About this task
Examine the entries and show every line in which the word "filename" is found.

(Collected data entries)
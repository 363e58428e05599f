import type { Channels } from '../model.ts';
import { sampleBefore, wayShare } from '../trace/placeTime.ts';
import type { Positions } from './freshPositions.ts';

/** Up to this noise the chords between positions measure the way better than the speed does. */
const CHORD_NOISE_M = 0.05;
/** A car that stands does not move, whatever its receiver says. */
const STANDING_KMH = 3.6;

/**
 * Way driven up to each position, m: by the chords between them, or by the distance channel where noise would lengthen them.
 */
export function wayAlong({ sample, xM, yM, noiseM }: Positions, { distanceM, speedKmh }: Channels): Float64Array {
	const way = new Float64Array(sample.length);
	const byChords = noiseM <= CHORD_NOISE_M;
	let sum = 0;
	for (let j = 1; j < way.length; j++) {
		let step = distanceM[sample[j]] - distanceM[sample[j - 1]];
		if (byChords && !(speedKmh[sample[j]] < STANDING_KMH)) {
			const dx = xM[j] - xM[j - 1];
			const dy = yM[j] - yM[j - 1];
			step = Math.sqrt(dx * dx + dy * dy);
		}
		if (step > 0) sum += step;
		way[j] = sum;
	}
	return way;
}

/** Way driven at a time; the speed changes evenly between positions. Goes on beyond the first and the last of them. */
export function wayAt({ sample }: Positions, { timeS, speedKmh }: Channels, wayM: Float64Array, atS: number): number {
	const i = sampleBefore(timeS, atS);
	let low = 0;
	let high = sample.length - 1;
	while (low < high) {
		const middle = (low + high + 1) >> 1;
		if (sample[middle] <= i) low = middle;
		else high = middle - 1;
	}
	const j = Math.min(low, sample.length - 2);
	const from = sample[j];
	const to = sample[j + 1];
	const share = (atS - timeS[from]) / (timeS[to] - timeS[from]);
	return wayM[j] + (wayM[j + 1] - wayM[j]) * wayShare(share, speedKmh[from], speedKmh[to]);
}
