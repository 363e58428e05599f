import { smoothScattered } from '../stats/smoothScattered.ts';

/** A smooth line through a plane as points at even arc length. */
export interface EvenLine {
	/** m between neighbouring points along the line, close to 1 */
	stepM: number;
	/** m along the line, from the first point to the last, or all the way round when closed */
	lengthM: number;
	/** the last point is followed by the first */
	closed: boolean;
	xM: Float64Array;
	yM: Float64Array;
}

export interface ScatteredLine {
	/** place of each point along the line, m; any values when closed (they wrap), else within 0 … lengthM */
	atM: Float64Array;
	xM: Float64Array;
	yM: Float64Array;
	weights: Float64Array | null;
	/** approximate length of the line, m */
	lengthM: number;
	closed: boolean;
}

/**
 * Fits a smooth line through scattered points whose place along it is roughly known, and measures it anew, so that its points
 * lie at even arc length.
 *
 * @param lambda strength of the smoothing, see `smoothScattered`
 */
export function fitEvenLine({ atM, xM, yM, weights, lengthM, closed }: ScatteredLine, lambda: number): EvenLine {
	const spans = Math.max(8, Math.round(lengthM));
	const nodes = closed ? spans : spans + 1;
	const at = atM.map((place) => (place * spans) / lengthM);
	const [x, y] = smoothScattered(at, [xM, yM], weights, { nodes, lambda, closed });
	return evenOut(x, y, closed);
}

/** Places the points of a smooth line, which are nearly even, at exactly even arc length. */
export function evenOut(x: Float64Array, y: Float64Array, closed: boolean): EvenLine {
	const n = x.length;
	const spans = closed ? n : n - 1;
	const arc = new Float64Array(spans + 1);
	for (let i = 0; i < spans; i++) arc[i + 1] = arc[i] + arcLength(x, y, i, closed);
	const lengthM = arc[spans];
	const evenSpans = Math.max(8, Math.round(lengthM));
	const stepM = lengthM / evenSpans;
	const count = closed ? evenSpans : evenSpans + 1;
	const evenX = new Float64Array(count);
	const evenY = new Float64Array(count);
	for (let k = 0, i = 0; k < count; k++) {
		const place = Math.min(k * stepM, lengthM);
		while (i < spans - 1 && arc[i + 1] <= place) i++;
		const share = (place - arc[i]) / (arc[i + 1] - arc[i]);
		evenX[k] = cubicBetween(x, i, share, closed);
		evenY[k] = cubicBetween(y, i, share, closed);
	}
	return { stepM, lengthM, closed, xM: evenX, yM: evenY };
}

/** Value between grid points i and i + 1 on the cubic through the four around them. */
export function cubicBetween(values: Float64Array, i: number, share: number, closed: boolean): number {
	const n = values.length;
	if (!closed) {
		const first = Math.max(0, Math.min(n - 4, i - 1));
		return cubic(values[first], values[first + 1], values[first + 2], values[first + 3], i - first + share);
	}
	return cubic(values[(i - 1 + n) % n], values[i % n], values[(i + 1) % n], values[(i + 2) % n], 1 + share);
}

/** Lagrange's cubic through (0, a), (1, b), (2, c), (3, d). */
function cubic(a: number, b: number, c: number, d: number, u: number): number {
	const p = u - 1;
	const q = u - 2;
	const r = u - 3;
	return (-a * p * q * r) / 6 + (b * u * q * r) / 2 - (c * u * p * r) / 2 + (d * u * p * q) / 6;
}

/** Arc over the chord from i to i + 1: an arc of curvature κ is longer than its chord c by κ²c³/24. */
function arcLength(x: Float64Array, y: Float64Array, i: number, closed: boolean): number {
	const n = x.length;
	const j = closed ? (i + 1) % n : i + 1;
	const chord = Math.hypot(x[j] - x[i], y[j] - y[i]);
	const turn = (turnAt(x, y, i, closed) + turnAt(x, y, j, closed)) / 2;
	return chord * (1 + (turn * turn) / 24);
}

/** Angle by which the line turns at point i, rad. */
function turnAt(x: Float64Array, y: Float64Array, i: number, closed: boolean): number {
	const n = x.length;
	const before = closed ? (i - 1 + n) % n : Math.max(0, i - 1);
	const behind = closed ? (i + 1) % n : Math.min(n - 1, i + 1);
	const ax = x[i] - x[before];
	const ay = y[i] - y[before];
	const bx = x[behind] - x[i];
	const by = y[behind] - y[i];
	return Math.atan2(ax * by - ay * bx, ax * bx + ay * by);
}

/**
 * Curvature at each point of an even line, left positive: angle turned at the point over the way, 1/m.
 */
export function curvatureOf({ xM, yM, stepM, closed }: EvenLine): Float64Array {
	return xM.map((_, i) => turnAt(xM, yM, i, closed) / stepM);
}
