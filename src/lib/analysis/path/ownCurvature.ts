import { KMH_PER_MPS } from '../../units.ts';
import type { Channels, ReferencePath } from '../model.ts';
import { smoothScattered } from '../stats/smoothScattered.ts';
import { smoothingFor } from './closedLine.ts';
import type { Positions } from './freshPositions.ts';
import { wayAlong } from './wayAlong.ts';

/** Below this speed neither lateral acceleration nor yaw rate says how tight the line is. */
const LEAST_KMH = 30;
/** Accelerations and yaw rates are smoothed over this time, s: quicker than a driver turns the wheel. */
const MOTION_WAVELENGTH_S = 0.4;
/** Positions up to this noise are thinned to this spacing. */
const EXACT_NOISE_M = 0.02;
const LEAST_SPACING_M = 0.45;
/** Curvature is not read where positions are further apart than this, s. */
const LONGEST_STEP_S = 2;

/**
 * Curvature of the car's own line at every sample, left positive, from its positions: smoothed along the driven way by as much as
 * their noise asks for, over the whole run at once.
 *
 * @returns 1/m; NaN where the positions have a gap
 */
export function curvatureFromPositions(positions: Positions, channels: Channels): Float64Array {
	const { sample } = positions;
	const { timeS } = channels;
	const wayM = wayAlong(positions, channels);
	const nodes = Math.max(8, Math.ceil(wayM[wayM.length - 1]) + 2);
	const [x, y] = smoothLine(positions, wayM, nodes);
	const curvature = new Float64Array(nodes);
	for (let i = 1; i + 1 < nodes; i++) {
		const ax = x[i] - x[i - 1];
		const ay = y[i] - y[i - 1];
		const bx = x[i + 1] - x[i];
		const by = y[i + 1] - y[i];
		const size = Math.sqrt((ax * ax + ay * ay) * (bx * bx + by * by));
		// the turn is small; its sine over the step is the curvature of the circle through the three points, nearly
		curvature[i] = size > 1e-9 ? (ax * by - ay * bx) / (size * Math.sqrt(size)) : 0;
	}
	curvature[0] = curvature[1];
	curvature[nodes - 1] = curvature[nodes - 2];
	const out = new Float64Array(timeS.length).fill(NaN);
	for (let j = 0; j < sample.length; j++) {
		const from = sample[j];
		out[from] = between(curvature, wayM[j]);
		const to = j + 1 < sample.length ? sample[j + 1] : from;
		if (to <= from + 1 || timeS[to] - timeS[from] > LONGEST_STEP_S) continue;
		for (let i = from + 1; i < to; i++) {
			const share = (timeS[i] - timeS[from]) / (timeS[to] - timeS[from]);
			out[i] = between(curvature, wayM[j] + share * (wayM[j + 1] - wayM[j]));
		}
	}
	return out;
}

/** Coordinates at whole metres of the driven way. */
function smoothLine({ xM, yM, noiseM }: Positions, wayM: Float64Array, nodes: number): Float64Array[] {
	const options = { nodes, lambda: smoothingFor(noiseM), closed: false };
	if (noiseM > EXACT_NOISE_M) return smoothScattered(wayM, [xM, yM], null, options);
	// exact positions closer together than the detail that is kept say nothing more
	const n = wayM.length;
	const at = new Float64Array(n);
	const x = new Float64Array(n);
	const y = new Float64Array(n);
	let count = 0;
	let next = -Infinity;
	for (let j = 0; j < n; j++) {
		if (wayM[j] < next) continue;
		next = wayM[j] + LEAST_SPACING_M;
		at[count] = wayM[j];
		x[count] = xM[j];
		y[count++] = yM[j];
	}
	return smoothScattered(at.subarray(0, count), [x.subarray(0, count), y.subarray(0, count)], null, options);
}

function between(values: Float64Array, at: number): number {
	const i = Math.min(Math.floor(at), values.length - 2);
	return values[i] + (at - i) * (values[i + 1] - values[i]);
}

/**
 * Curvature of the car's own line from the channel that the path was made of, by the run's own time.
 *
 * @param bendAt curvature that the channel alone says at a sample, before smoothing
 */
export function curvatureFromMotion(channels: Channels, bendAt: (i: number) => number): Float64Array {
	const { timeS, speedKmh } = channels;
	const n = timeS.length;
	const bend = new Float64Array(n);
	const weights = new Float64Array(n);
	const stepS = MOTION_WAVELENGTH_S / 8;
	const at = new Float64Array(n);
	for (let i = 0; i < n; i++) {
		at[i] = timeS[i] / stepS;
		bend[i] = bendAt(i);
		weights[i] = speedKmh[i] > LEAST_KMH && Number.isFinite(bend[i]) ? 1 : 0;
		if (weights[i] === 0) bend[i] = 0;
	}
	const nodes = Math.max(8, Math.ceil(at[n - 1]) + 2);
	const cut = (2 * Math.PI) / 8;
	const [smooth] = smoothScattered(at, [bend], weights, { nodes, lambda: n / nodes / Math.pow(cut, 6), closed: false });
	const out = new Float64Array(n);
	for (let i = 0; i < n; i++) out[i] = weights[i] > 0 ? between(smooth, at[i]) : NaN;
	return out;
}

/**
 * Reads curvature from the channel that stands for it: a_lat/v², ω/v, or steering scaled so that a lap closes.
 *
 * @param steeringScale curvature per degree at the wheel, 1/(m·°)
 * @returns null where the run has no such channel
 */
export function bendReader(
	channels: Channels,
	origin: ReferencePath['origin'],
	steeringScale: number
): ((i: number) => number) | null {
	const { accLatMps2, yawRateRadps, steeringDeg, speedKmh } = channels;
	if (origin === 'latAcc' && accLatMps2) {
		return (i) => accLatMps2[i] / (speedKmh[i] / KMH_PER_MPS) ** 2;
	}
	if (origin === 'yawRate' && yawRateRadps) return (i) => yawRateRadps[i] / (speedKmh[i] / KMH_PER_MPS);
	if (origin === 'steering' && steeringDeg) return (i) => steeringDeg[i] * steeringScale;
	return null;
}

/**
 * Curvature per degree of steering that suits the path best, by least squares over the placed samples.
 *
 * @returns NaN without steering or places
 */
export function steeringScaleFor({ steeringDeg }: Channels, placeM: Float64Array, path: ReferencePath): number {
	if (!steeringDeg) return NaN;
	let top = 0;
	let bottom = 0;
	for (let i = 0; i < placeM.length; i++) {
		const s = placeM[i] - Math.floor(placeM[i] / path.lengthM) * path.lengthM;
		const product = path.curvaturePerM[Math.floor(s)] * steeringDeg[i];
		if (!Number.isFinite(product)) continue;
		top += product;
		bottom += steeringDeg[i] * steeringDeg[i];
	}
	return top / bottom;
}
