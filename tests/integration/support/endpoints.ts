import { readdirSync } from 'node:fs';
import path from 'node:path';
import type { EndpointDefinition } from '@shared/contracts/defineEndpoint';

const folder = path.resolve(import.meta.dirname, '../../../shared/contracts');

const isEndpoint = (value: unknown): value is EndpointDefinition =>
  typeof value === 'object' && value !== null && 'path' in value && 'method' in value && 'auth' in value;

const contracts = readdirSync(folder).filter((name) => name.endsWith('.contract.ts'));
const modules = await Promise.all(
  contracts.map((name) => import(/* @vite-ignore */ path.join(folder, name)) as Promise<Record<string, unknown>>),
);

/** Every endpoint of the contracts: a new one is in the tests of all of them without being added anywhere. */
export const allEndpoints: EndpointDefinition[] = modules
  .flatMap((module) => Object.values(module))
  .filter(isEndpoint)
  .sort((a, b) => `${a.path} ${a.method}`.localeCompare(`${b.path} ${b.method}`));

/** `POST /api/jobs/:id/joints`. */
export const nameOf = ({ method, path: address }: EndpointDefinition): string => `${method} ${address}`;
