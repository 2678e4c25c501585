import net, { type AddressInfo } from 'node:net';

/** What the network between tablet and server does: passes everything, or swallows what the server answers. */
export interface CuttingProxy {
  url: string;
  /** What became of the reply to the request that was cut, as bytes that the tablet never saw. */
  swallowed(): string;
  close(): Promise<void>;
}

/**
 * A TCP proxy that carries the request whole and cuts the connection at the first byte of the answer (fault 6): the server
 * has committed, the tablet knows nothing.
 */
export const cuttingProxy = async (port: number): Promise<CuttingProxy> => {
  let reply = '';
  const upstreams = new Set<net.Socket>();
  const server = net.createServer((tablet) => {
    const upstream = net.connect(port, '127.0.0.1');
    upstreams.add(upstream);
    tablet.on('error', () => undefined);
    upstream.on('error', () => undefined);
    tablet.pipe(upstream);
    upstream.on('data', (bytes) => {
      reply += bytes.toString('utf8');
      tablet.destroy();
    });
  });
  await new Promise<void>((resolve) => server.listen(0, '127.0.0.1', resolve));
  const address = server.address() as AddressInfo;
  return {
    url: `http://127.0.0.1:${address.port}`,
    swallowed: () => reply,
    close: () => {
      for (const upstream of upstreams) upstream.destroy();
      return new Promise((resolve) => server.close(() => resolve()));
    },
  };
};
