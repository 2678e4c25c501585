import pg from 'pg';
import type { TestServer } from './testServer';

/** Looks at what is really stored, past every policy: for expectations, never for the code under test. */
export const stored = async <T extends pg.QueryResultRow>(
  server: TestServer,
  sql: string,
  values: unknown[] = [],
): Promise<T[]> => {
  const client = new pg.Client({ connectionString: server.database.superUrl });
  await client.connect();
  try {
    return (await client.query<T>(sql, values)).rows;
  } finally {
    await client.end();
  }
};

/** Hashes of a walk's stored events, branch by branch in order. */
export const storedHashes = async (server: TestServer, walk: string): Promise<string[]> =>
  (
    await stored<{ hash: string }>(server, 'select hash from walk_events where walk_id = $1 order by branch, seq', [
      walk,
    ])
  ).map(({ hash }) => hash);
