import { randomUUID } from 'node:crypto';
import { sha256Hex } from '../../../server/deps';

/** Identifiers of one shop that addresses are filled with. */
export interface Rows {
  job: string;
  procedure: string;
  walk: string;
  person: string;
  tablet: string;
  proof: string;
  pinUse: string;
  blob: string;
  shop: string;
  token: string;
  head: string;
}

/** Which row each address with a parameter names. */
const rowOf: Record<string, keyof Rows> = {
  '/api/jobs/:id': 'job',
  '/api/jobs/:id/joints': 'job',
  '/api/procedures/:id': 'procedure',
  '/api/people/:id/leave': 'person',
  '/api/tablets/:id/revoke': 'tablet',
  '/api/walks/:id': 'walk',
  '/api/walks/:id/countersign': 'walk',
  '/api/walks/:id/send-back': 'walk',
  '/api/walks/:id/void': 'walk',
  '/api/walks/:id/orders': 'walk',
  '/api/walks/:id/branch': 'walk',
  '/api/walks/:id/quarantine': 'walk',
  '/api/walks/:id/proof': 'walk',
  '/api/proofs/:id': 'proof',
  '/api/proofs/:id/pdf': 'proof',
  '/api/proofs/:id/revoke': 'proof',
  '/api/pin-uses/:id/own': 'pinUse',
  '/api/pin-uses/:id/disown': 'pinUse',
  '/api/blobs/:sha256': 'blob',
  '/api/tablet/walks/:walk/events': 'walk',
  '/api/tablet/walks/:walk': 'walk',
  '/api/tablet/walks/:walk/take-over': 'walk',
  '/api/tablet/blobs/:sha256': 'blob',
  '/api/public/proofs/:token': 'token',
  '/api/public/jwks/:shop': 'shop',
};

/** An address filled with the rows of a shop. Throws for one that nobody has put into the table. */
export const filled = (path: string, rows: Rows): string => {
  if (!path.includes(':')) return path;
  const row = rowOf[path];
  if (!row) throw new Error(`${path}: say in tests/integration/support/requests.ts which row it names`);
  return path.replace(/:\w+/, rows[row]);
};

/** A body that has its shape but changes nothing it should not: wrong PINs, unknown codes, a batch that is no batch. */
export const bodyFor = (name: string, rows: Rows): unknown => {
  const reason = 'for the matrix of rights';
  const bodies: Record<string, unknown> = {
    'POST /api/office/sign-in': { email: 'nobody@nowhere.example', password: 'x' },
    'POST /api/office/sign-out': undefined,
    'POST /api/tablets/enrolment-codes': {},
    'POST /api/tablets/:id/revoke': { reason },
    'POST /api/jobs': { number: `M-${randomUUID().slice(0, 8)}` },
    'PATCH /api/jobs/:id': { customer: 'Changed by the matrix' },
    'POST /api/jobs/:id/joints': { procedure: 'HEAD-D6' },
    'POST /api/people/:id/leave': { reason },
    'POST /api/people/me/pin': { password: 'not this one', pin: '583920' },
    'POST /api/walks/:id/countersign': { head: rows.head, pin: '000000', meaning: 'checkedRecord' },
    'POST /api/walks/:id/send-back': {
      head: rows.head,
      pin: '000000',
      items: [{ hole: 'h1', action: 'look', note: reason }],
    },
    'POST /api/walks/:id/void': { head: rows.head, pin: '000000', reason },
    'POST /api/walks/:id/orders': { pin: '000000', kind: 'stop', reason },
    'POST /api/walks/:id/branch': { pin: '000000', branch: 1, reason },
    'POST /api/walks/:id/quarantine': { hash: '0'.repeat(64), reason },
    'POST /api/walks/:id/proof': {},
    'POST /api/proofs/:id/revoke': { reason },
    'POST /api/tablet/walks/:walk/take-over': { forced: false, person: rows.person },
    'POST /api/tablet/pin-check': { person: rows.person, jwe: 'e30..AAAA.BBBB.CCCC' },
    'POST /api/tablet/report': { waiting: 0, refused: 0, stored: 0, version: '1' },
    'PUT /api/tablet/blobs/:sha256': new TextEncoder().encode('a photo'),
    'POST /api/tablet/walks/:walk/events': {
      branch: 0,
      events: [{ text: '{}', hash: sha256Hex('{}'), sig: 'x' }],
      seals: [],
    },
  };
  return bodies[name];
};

Result
filename src/lib/analysis/path/ownCurvature.ts
filename tests/integration/support/endpoints.ts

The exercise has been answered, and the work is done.